Effective June 1, 2016, we completed the acquisition of a range of hair care brands and the associated hair care business of Procter & Gamble in the Africa/Middle East and Eastern Europe regions. The acquisition is part of our strategy to further strengthen our presence in emerging markets. The purchase price was 212 million euros, settled in cash. Provisional goodwill was recognized in an amount of 164 million euros. Because the acquisition was only recently completed, the allocation of the purchase price to the acquired assets and liabilities in accordance with IFRS 3 "Business Combinations" is provisional. Goodwill of 54 million euros was recognized for tax purposes.
Effective June 30, 2016, we acquired the tile adhesives business and the associated brands of the Colombian company Alfagres S.A. With this, the Adhesive Technologies business unit has expanded its business in the segment Adhesives for Consumers, Craftsmen and Building. The acquisition is part of our strategy to further strengthen our presence in emerging markets. We do not expect any material impact from this acquisition on the net assets, financial position and results of operations of Henkel.
Effective August 15, 2016, we completed the acquisition of all shares of Zhejiang Golden Roc Chemicals Co. Ltd., China, expanding our superglue business in the Adhesive Technologies business unit. The acquisition is part of our strategy to further strengthen our presence in emerging markets. We do not expect any material impact from this acquisition on the net assets, financial position and results of operations of Henkel.
Effective August 21, 2016, we completed the acquisition of the detergent business and the associated brands of Behdad Chemical Company PJSC in Iran. The acquisition is part of our strategy to further strengthen our presence in emerging markets. The provisional purchase price was 5,420 billion Iranian rials (around 142 million euros) and was settled in cash. Provisional goodwill was recognized in an amount of 101 million euros. Because the acquisition was only recently completed, the allocation of the purchase price to the acquired assets and liabilities in accordance with IFRS 3 "Business Combinations" is provisional. We do not expect any material impact from this acquisition on the net assets, financial position and results of operations of Henkel.

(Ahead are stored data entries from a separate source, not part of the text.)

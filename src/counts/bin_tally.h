// SPDX-License-Identifier: GPL-2.0-or-later
// COUNTS (private): sources per pixel of one bin, while they are being counted
#pragma once

#include <cstdint>
#include <string>
#include <vector>

#include "deviascope/counts/count_map.h"

namespace deviascope {

/// Counts of one bin over the full grid.
class BinTally {
  public:
    /// @param place  for messages: `survey dunlin, bin faint`
    BinTally(std::string place, const Pixelisation& grid)
        : place_(std::move(place)), count_(static_cast<std::size_t>(grid.n_pixels())) {}

    /// Adds n >= 0 sources to a pixel. Errors: InputError beyond 2^32 - 1 in a pixel.
    void add(std::int64_t pixel, std::int64_t n = 1) {
        std::uint32_t& count = count_[static_cast<std::size_t>(pixel)];
        if (n > std::int64_t{UINT32_MAX} - std::int64_t{count}) refuse(pixel);
        count += static_cast<std::uint32_t>(n);
    }
    /// The counts of the pixels of a footprint.
    std::vector<std::uint32_t> on(const Footprint& footprint) const;
    const std::string& place() const { return place_; }

  private:
    [[noreturn]] void refuse(std::int64_t pixel) const;

    std::string place_;
    std::vector<std::uint32_t> count_;
};

}  // namespace deviascope
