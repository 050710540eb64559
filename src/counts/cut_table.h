// SPDX-License-Identifier: GPL-2.0-or-later
// COUNTS (private): the lines of the table of cuts, in the order in which they act
#pragma once

#include <cstddef>
#include <vector>

#include "counts/row_selection.h"
#include "counts/sky_cuts.h"
#include "deviascope/catalogue/cut_report.h"
#include "deviascope/counts/count_sources.h"

namespace deviascope {

/// A CutReport that is being filled, and the numbers of its lines.
struct CutTable {
    CutTable(const SurveyInput& input,
             const RowSelection& selection,
             const SkyCuts& sky,
             const std::vector<Duplicates>& duplicates);

    void remove_rows(std::size_t line, std::int64_t n = 1) {
        report.cuts[line].rows_removed += n;
    }
    /// The finished report. Errors: InternalError unless rows and pixels add up.
    CutReport finished() const;

    CutReport report;
    std::size_t position = 0;
    std::vector<std::size_t> select;   ///< of each range of the survey
    std::vector<std::size_t> missing;  ///< of each selected property
    std::size_t first_sky_cut = 0;     ///< add SkyCuts::removed_by
    std::size_t hole = 0;
    std::size_t no_bin = 0;
    std::vector<std::size_t> bin_exposure;  ///< of each bin
    std::vector<std::size_t> duplicate;     ///< of each survey of `duplicates`

  private:
    std::size_t add_line(const std::string& name);
    void add_missing(const RowSelection& selection, std::size_t property);
    void count_pixels(const SkyCuts& sky);
};

}  // namespace deviascope
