// SPDX-License-Identifier: GPL-2.0-or-later
// COUNTS (private): cuts on properties of a source
#pragma once

#include <cstddef>
#include <optional>
#include <string>
#include <vector>

#include "deviascope/catalogue/table.h"
#include "deviascope/counts/survey_input.h"

namespace deviascope {

/// A range of one column of the chunks that are read.
struct ColumnRange {
    std::size_t property = 0;  ///< index into RowSelection::properties
    std::size_t column = 0;    ///< index into RowSelection::columns
    double low = 0.0, high = 0.0;
    std::string label;  ///< `flux [10, 20)`
};

/// What a set of ranges says about a row.
struct Verdict {
    enum class Kind { inside, outside, missing } kind = Kind::inside;
    std::size_t range = 0;  ///< the one that is missed: `outside` the first outside, `missing`
                            ///< the first whose value is missing
};

/// Index of a name among `names`, put at their end where it is not there yet.
std::size_t index_among(std::vector<std::string>& names, const std::string& name);

/// The selections of a survey, with property names resolved to columns of a chunk.
struct RowSelection {
    explicit RowSelection(const SurveyInput& survey);

    std::vector<std::string> columns;     ///< names in the files; lon and lat come first
    std::size_t lon = 0, lat = 0;         ///< their indices
    std::vector<std::string> properties;  ///< those that are selected on, in order of mention
    std::vector<ColumnRange> survey;      ///< apply to every bin
    std::vector<std::vector<ColumnRange>> bins;  ///< n_bins; empty for bins with a count map
    std::vector<std::size_t> selecting_bins;     ///< bins that take rows of the catalogue
};

/// True where a row lies inside all ranges: `judge` for the common case, without branches.
inline bool holds(const std::vector<ColumnRange>& ranges,
                  const TableChunk& chunk,
                  std::size_t row) {
    bool all = true;
    for (const ColumnRange& range : ranges) {
        const double value = chunk.column[range.column][row];
        all = all & (value >= range.low) & (value < range.high);
    }
    return all;
}

/// Half-open ranges, all of which must hold. A missing value fails; `missing` is said only
/// where all values that are there lie inside.
Verdict judge(const std::vector<ColumnRange>& ranges, const TableChunk& chunk, std::size_t row);

}  // namespace deviascope
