// SPDX-License-Identifier: GPL-2.0-or-later
#include "counts/row_places.h"

#include "sky/many_directions.h"

namespace deviascope {

namespace {

/// Comparisons that NaN fails.
bool is_position(double lon_deg, double lat_deg) {
    return lon_deg >= -180.0 && lon_deg <= 360.0 && lat_deg >= -90.0 && lat_deg <= 90.0;
}

}  // namespace

RowPlaces::RowPlaces(const Selection& selection)
    : selection_(selection), to_job_(rotation(selection.input.frame, selection.frame)) {}

void RowPlaces::locate(const TableChunk& chunk) {
    const std::vector<double>& lon = chunk.column[selection_.rows.lon];
    const std::vector<double>& lat = chunk.column[selection_.rows.lat];
    direction_.resize(lon.size());
    pixel_.resize(lon.size());
    is_bad_.resize(lon.size());
    is_hole_.resize(lon.size());
    directions_of(lon, lat, to_job_, direction_);
    for (std::size_t row = 0; row < lon.size(); ++row)
        is_bad_[row] = !is_position(lon[row], lat[row]);
    selection_.grid.pixels_at(direction_, pixel_);
    selection_.sky.find_holes(direction_, is_hole_);
}

}  // namespace deviascope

Effective September 1, 2016, we completed the acquisition of all shares of The Sun Products Corporation, a laundry and home care company based in Wilton, Connecticut, USA. The transaction has a purchase price of around 3.6 billion US dollars including debt paid at closing, and is fully debt-financed. In fiscal 2015, the company generated sales of around 1.6 billion US dollars in the USA and Canada. This acquisition is part of our strategy to invest in attractive country category positions in mature markets. Provisional goodwill was recognized in an amount of 2.1 billion euros. Because the acquisition was only recently completed, the allocation of the purchase price to the acquired assets and liabilities in accordance with IFRS 3 "Business Combinations" is provisional. If the acquired company had been included from January 1, 2016, sales for the Henkel Group for the reporting period January 1 to September 30, 2016, would be higher by 1,095 million euros and income (net of taxes) would be lower by 81 million euros, taking restructuring and integration costs into account. The actual contributions of the company were 113 million euros to sales and –11 million euros to income (net of taxes). Tax-deductible goodwill is not expected.
In the first nine months of 2016, we spent around 62 million euros for the acquisition of the outstanding non-controlling shares in Henkel Pakvash PJSC based in Tehran, Iran, increasing our ownership interest to 97.94 percent.

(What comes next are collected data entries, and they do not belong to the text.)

// SPDX-License-Identifier: GPL-2.0-or-later
#include "ensemble/progress_line.h"
#include "deviascope/core/grouped_number.h"

#include <catch2/catch.hpp>

using namespace deviascope;

TEST_CASE("a progress line tells step, R-hat, effective draws and time left", "[ensemble]") {
    Standing standing;
    standing.step = 12400;
    standing.worst_rhat = 1.0404;
    standing.effective_draws = 2100.9;
    standing.effective_draws_wanted = 10000;
    standing.seconds_left = 170;
    CHECK(
        progress_line(standing) ==
        "step 12 400 · worst R-hat 1.04 · 2 100 of 10 000 effective draws · about 3 min left");
    standing.seconds_left = 12.2;
    CHECK_THAT(progress_line(standing), Catch::EndsWith("about 13 s left"));
    standing.seconds_left = 7260;
    CHECK_THAT(progress_line(standing), Catch::EndsWith("about 2 h 1 min left"));
}

TEST_CASE("a progress line leaves out what is not known", "[ensemble]") {
    Standing standing;
    standing.step = 128;
    standing.is_warming_up = true;
    CHECK(progress_line(standing) == "step 128 · warming up");
}

TEST_CASE("digits are grouped in threes", "[ensemble]") {
    CHECK(grouped(0) == "0");
    CHECK(grouped(999) == "999");
    CHECK(grouped(1000) == "1 000");
    CHECK(grouped(1234567) == "1 234 567");
    CHECK(grouped(-123456) == "-123 456");
}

In the first nine months of 2016, we spent around 10 million euros for the acquisition of the outstanding non-controlling shares in Henkel Industrie AG based in Tehran, Iran, increasing our ownership interest to 100 percent.
Of the components included in other comprehensive income, tax income relating to actuarial losses amounts to 97 million euros (September 30, 2015: tax expenses of 42 million euros) and tax losses from cash flow hedges amount to 3 million euros (September 30, 2015: tax income of 2 million euros).
Financial instruments assigned to the valuation categories "Available for sale" and "Held for trading" are generally measured at fair value. Other securities, time deposits and financial collateral provided, and other investments which are not measured using the equity method, all of which form part of other financial assets in the statement of financial position, are categorized as "Available for sale." Only the derivative financial instruments held by the Henkel Group which are not included in hedge accounting are designated as "Held for trading."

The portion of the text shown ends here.